Oggi 27 marzo 2023 è La Giornata Mondiale del Teatro quest’anno è giunta alla 61° edizione e per l’occasione il messaggio è stato scritto dall’attrice egiziana Samiha Ayoub.

La Giornata Mondiale del Teatro è stata istituita dall’International Theatre Institute e da esperti dell’UNESCO per la prima volta il 27 Marzo 1962.

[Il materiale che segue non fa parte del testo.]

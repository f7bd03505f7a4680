"use server";
import { getAircraft } from "@/db/queries/fleet";
import { getWeightBalanceProfile, saveWeightBalanceProfile } from "@/db/queries/tools-wb";
import { clubAction } from "@/lib/actions/create-action";
import { ActionError } from "@/lib/actions/action-state";
import { normalizeEnvelope } from "@/lib/performance";
import { writeAudit } from "@/lib/server/audit";
import { weightBalanceProfileSchema } from "@/lib/validation/tools";

// Maintenance and admins keep each aircraft's figures, in the club's unit system.
export const saveWeightBalanceProfileAction = clubAction({
  schema: weightBalanceProfileSchema,
  permission: ["update", "Aircraft"],
  success: "Weight and balance figures saved.",
  run(tx, { club, user }, input) {
    const plane = getAircraft(tx, club.id, input.aircraftId);
    if (!plane || plane.retiredAt) throw new ActionError("That aircraft was not found in this club.", {}, "not_found");
    try {
      normalizeEnvelope(input.envelopeNormal!);
      if (input.envelopeUtility) normalizeEnvelope(input.envelopeUtility);
    } catch (error) {
      throw new ActionError("Some fields need attention; nothing was saved.", { envelopeNormal: [error instanceof Error ? error.message : "The envelope is not a polygon."] });
    }
    const before = getWeightBalanceProfile(tx, club.id, plane.id);
    const values = {
      unitSystem: club.unitSystem,
      emptyWeight: input.emptyWeight,
      emptyArm: input.emptyArm,
      maxTakeoffWeight: input.maxTakeoffWeight,
      maxLandingWeight: input.maxLandingWeight,
      stations: input.stations,
      tanks: input.tanks,
      fuelKind: input.fuelKind,
      burnPerHour: input.burnPerHour,
      envelopeNormal: input.envelopeNormal!,
      envelopeUtility: input.envelopeUtility,
      source: input.source,
      updatedById: user.id,
    };
    const profileId = saveWeightBalanceProfile(tx, club.id, plane.id, values);
    writeAudit(tx, { clubId: club.id, actorId: user.id, action: "weight-balance.profile.update", subjectType: "Aircraft", subjectId: plane.id, before: before ?? null, after: values });
    return { data: { profileId }, refresh: true };
  },
});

Da quel giorno, ogni anno, in tutto il mondo viene celebrata la Giornata Mondiale del Teatro e per l’occasione viene richiesto ad una personalità del teatro, della musica e della cultura in genere di scrivere un messaggio.

Il messaggio viene letto nei teatri, nelle scuole, nelle biblioteche, nei luoghi di cultura e di aggregazione in tutto il mondo. 

La Giornata Mondiale del Teatro quest’anno è giunta alla 61° edizione e per l’occasione il messaggio è stato scritto dall’attrice egiziana Samiha Ayoub, e richiama in maniera forte e profonda i valori fondativi del teatro rispetto alla comunità globale.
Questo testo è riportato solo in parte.